I use Firefox + Cookie Monster, which allows me to enable temporary cookies
for the sites that I'm just browsing and permanent cookies for my webmail and
social networking sites.

The only site which sits in the middle of these -- it breaks without cookies
but I don't use it enough to justify cookies -- is scribd. It's gotten to the
point where I actively cringe whenever I see the word "scribd" anywhere.

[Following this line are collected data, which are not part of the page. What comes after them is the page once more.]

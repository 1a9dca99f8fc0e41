import { describe, expect, it } from "vitest";
import { fc, test } from "@fast-check/vitest";
import {
  bendingStress,
  bendingStressFromModulus,
  bendingStressProfile,
  extremeBendingStresses,
  materialBendingStress,
  tryBendingStress,
  tryBendingStressFromModulus,
  tryBendingStressProfile,
  tryExtremeBendingStresses,
  tryMaterialBendingStress,
} from "../../src/stress/index.js";
import { close, simpson, stackBands, stackProperties, type Rect } from "./helpers.js";

describe("bendingStress and extremeBendingStresses: published values", () => {
  it("extremeBendingStresses(rectangle) gives sigma = 6 M / (b h^2) at both fibres", () => {
    // Rectangle b x h: I = b h^3 / 12, S = b h^2 / 6 (Roark's Formulas for Stress and Strain, 8th ed., Table A.1 case 1, from memory).
    const b = 120;
    const h = 300;
    const m = 45e6; // invented: 45 kN m in N mm, sagging
    const s = extremeBendingStresses(m, { secondMomentZ: (b * h ** 3) / 12, extremes: { top: h / 2, bottom: -h / 2 } });
    expect(s.top.stress).toBeCloseTo((-6 * m) / (b * h * h), 12);
    expect(s.bottom.stress).toBeCloseTo((6 * m) / (b * h * h), 12);
    expect(s.tension.fibre).toBe("bottom");
    expect(s.compression.fibre).toBe("top");
    expect(bendingStressFromModulus(m, (b * h * h) / 6, "bottom")).toBeCloseTo((6 * m) / (b * h * h), 12);
  });

  it("extremeBendingStresses(W18x50) matches M / S_x from the tabulated section modulus", () => {
    // AISC Steel Construction Manual 15th ed., Table 1-1, W18x50: d = 18.0 in, I_x = 800 in^4, S_x = 88.9 in^3 (from memory).
    const m = 100 * 12; // 100 kip ft in kip in (invented)
    const s = extremeBendingStresses(m, { secondMomentZ: 800, extremes: { top: 9, bottom: -9 } });
    expect(Math.abs(s.bottom.stress - m / 88.9) / (m / 88.9)).toBeLessThan(1e-3); // table values are rounded to 3 figures
    expect(s.top.stress).toBe(-s.bottom.stress);
    expect(bendingStressFromModulus(m, 88.9, "top")).toBeCloseTo(-m / 88.9, 12);
  });

  it("extremeBendingStresses(three-plate I section) matches the closed form I = [B H^3 - (B - t_w) h_w^3] / 12", () => {
    // Doubly symmetric I: I = [B H^3 - (B - t_w)(H - 2 t_f)^3] / 12 (Roark's Formulas for Stress and Strain, 8th ed., Table A.1, from memory).
    const [bf, tf, tw, d] = [200, 15, 10, 400];
    const closed = (bf * d ** 3 - (bf - tw) * (d - 2 * tf) ** 3) / 12;
    const props = stackProperties([
      { b: bf, h: tf, y0: 0 },
      { b: tw, h: d - 2 * tf, y0: tf },
      { b: bf, h: tf, y0: d - tf },
    ]);
    expect(close(props.inertia, closed)).toBe(true);
    const m = 150e6; // invented
    const s = extremeBendingStresses(m, { secondMomentZ: closed, extremes: { top: d / 2, bottom: -d / 2 } });
    expect(s.tension.stress).toBeCloseTo((m * d) / 2 / closed, 10);
  });

  it("extremeBendingStresses(T section) gives unequal fibre stresses, and a hogging moment swaps them", () => {
    // T: flange 150 x 20 on a 20 x 180 stem. Centroid and I by the parallel-axis theorem (closed form).
    const t = stackProperties([
      { b: 20, h: 180, y0: 0 },
      { b: 150, h: 20, y0: 180 },
    ]);
    expect(t.centroid).toBeCloseTo((3000 * 190 + 3600 * 90) / 6600, 10); // sum A y / sum A
    const section = { secondMomentZ: t.inertia, extremes: { top: t.top, bottom: t.bottom } };
    const sag = extremeBendingStresses(20e6, section);
    expect(sag.top.stress).toBeCloseTo((-20e6 * (200 - t.centroid)) / t.inertia, 10);
    expect(sag.bottom.stress).toBeCloseTo((20e6 * t.centroid) / t.inertia, 10);
    expect(sag.tension.fibre).toBe("bottom");
    expect(Math.abs(sag.tension.stress / sag.compression.stress)).toBeCloseTo(t.centroid / (200 - t.centroid), 12);
    const hog = extremeBendingStresses(-20e6, section);
    expect(hog.tension.fibre).toBe("top");
    expect(hog.compression.fibre).toBe("bottom");
    expect(hog.tension.stress).toBeCloseTo(-sag.top.stress, 10);
  });

  it("extremeBendingStresses(0) is zero at both fibres", () => {
    const s = extremeBendingStresses(0, { secondMomentZ: 1, extremes: { top: 1, bottom: -2 } });
    expect(s.tension.stress).toBe(0);
    expect(s.compression.stress).toBe(0);
    expect(Object.is(s.top.stress, -0)).toBe(false);
  });
});

describe("materialBendingStress and bendingStressProfile: transformed section", () => {
  // Invented timber beam 150 x 300 (E = 10 GPa) with a 150 x 10 steel plate under it (E = 200 GPa):
  // n = 20; transformed section by the modular ratio (Gere and Goodno, Mechanics of Materials, Sec. 6.3, from memory);
  // centroid and I_t by the parallel-axis theorem (closed form).
  const n = 20;
  const rects: Rect[] = [
    { b: 150, h: 10, y0: 0, n },
    { b: 150, h: 300, y0: 10 },
  ];
  const t = stackProperties(rects);
  const m = 30e6;
  const section = { secondMomentZ: t.inertia, extremes: { top: t.top, bottom: t.bottom } };

  it("materialBendingStress(timber top, steel bottom) follows sigma = -n M y / I_t", () => {
    expect(t.centroid).toBeCloseTo((20 * 1500 * 5 + 45000 * 160) / (20 * 1500 + 45000), 10);
    expect(materialBendingStress(m, t.top, 1, section)).toBeCloseTo((-m * (310 - t.centroid)) / t.inertia, 10);
    expect(materialBendingStress(m, t.bottom, n, section)).toBeCloseTo((n * m * t.centroid) / t.inertia, 10);
  });

  it("bendingStressProfile(two materials) jumps by n at the interface", () => {
    const yInterface = 10 - t.centroid;
    const p = bendingStressProfile(m, section, {
      layers: [
        { yBottom: t.bottom, yTop: yInterface, modularRatio: n, label: "steel" },
        { yBottom: yInterface, yTop: t.top, label: "timber" },
      ],
    });
    const [steel, timber] = p.segments;
    expect(steel?.label).toBe("steel");
    expect(steel!.stressTop / timber!.stressBottom).toBeCloseTo(n, 12);
    expect(timber!.stressTop).toBeCloseTo(materialBendingStress(m, t.top, 1, section), 12);
  });

  it("bendingStressProfile(one material) runs straight from bottom to top fibre", () => {
    const p = bendingStressProfile(1e7, { secondMomentZ: 1e8, extremes: { top: 100, bottom: -100 } });
    expect(p.segments).toEqual([{ yBottom: -100, yTop: 100, modularRatio: 1, stressBottom: 10, stressTop: -10 }]);
  });
});

const stack = fc.array(fc.record({ b: fc.double({ min: 1, max: 500, noNaN: true }), h: fc.double({ min: 1, max: 200, noNaN: true }) }), {
  minLength: 1,
  maxLength: 5,
});

function toRects(parts: readonly { b: number; h: number }[]): Rect[] {
  let y = 0;
  return parts.map((p) => {
    const r = { b: p.b, h: p.h, y0: y };
    y += p.h;
    return r;
  });
}

describe("flexure laws", () => {
  test.prop([fc.double({ min: -1e9, max: 1e9, noNaN: true }), fc.double({ min: -1e9, max: 1e9, noNaN: true }), fc.double({ min: -100, max: 100, noNaN: true }), fc.double({ min: 1, max: 1e9, noNaN: true })], { numRuns: 150 })(
    "bendingStress is linear in M and zero at the centroid",
    (m1, m2, y, i) => {
      const s = { secondMomentZ: i };
      const sum = bendingStress(m1 + m2, y, s);
      expect(Math.abs(sum - (bendingStress(m1, y, s) + bendingStress(m2, y, s)))).toBeLessThanOrEqual(1e-9 * (Math.abs(m1) + Math.abs(m2)) * (Math.abs(y) / i + 1e-300) + 1e-300);
      expect(bendingStress(m1, 0, s)).toBe(0);
    },
  );

  test.prop([stack, fc.double({ min: -1e8, max: 1e8, noNaN: true })], { numRuns: 150 })(
    "bendingStressProfile over a stack of rectangles: zero axial force and the applied moment",
    (parts, m) => {
      const rects = toRects(parts);
      const t = stackProperties(rects);
      const bands = stackBands(rects);
      const p = bendingStressProfile(m, { secondMomentZ: t.inertia, extremes: { top: t.top, bottom: t.bottom } }, {
        layers: bands.map((b) => (b.kind === "trapezoid" ? { yBottom: b.yBottom, yTop: b.yTop } : { yBottom: 0, yTop: 0 })),
      });
      let force = 0;
      let moment = 0;
      p.segments.forEach((seg, i) => {
        const width = rects[i]!.b;
        const sigma = (y: number): number => seg.stressBottom + ((seg.stressTop - seg.stressBottom) * (y - seg.yBottom)) / (seg.yTop - seg.yBottom);
        force += simpson((y) => sigma(y) * width, seg.yBottom, seg.yTop);
        moment += simpson((y) => -sigma(y) * y * width, seg.yBottom, seg.yTop);
      });
      const scale = Math.abs(m) / (t.top - t.bottom) + 1e-300;
      expect(Math.abs(force)).toBeLessThanOrEqual(1e-9 * scale);
      expect(Math.abs(moment - m)).toBeLessThanOrEqual(1e-9 * Math.abs(m) + 1e-300);
    },
  );
});

describe("flexure errors", () => {
  it("bendingStress(section with zero I) reports second-moment-not-positive with its path", () => {
    const r = tryBendingStress(1, 0, { secondMomentZ: 0 });
    expect(r.ok).toBe(false);
    if (!r.ok) expect(r.error.issues).toMatchInlineSnapshot(`
      [
        {
          "code": "second-moment-not-positive",
          "message": "The second moment of area must be above zero; got 0: check the section's dimensions.",
          "path": [
            "section",
            "secondMomentZ",
          ],
          "value": 0,
        },
      ]
    `);
  });

  it("bendingStress(fibre outside the section) reports fibre-outside-section", () => {
    const r = tryBendingStress(1, 150, { secondMomentZ: 1e6, extremes: { top: 100, bottom: -100 } });
    expect(r.ok || r.error.issues.map((i) => i.code)).toEqual(["fibre-outside-section"]);
    expect(bendingStress(1, 100, { secondMomentZ: 1e6, extremes: { top: 100, bottom: -100 } })).toBe(-1e-4);
  });

  it("bad numbers are all reported at once", () => {
    const r = tryBendingStress(Number.NaN, Number.POSITIVE_INFINITY, { secondMomentZ: -1, extremes: { top: -1, bottom: 1 } });
    expect(r.ok || r.error.issues.map((i) => `${i.code} ${i.path.join(".")}`)).toMatchInlineSnapshot(`
      [
        "not-finite moment",
        "not-finite y",
        "second-moment-not-positive section.secondMomentZ",
        "extremes-not-about-centroid section.extremes",
      ]
    `);
  });

  it("the other entry points report their codes", () => {
    const codes = (r: { ok: boolean; error?: { issues: readonly { code: string }[] } }): string[] => (r.ok ? [] : r.error!.issues.map((i) => i.code));
    expect(codes(tryBendingStressFromModulus(1, 0, "top"))).toEqual(["section-modulus-not-positive"]);
    expect(codes(tryBendingStressFromModulus(1, 1, "middle" as "top"))).toEqual(["unknown-fibre"]);
    expect(codes(tryExtremeBendingStresses(1, { secondMomentZ: 1 } as never))).toEqual(["extremes-missing"]);
    expect(codes(tryExtremeBendingStresses(1, { secondMomentZ: 1, extremes: { top: "1", bottom: -1 } } as never))).toEqual(["not-a-number"]);
    expect(codes(tryMaterialBendingStress(1, 0, -2, { secondMomentZ: 1 }))).toEqual(["modular-ratio-not-positive"]);
    expect(codes(tryMaterialBendingStress(1, 5, 1, { secondMomentZ: 1, extremes: { top: 1, bottom: -1 } }))).toEqual(["fibre-outside-section"]);
    expect(codes(tryBendingStressProfile(1, { secondMomentZ: 1, extremes: { top: 1, bottom: -1 } }, { layers: [{ yBottom: 1, yTop: -1, modularRatio: 0 }] }))).toEqual([
      "modular-ratio-not-positive",
      "layer-upside-down",
    ]);
    expect(codes(tryBendingStressProfile(1, { secondMomentZ: 1, extremes: { top: 1, bottom: -1 } }, { layers: [{ yBottom: -2, yTop: 3 }] }))).toEqual([
      "fibre-outside-section",
      "fibre-outside-section",
    ]);
  });
});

Basically they show you a perfectly working presentation for about ten seconds
and then suddenly send you on an infinite redirect loop which simply says
"optimizing your Scribd experience", and once you temporarily enable cookies
they dump you on an index page having nothing to do with the presentation you
just started reading.

I might shift them to a "store cookies permanently" exception, but it still
bugs me. You should never require cookies for content which can be read by
solely clicking "Temporarily Allow Cookies for this domain name." Cookies
don't do anything if you delete them immediately after the transaction is
over. (I am looking especially at you, New York Times: you are guilty, guilty,
guilty of this.)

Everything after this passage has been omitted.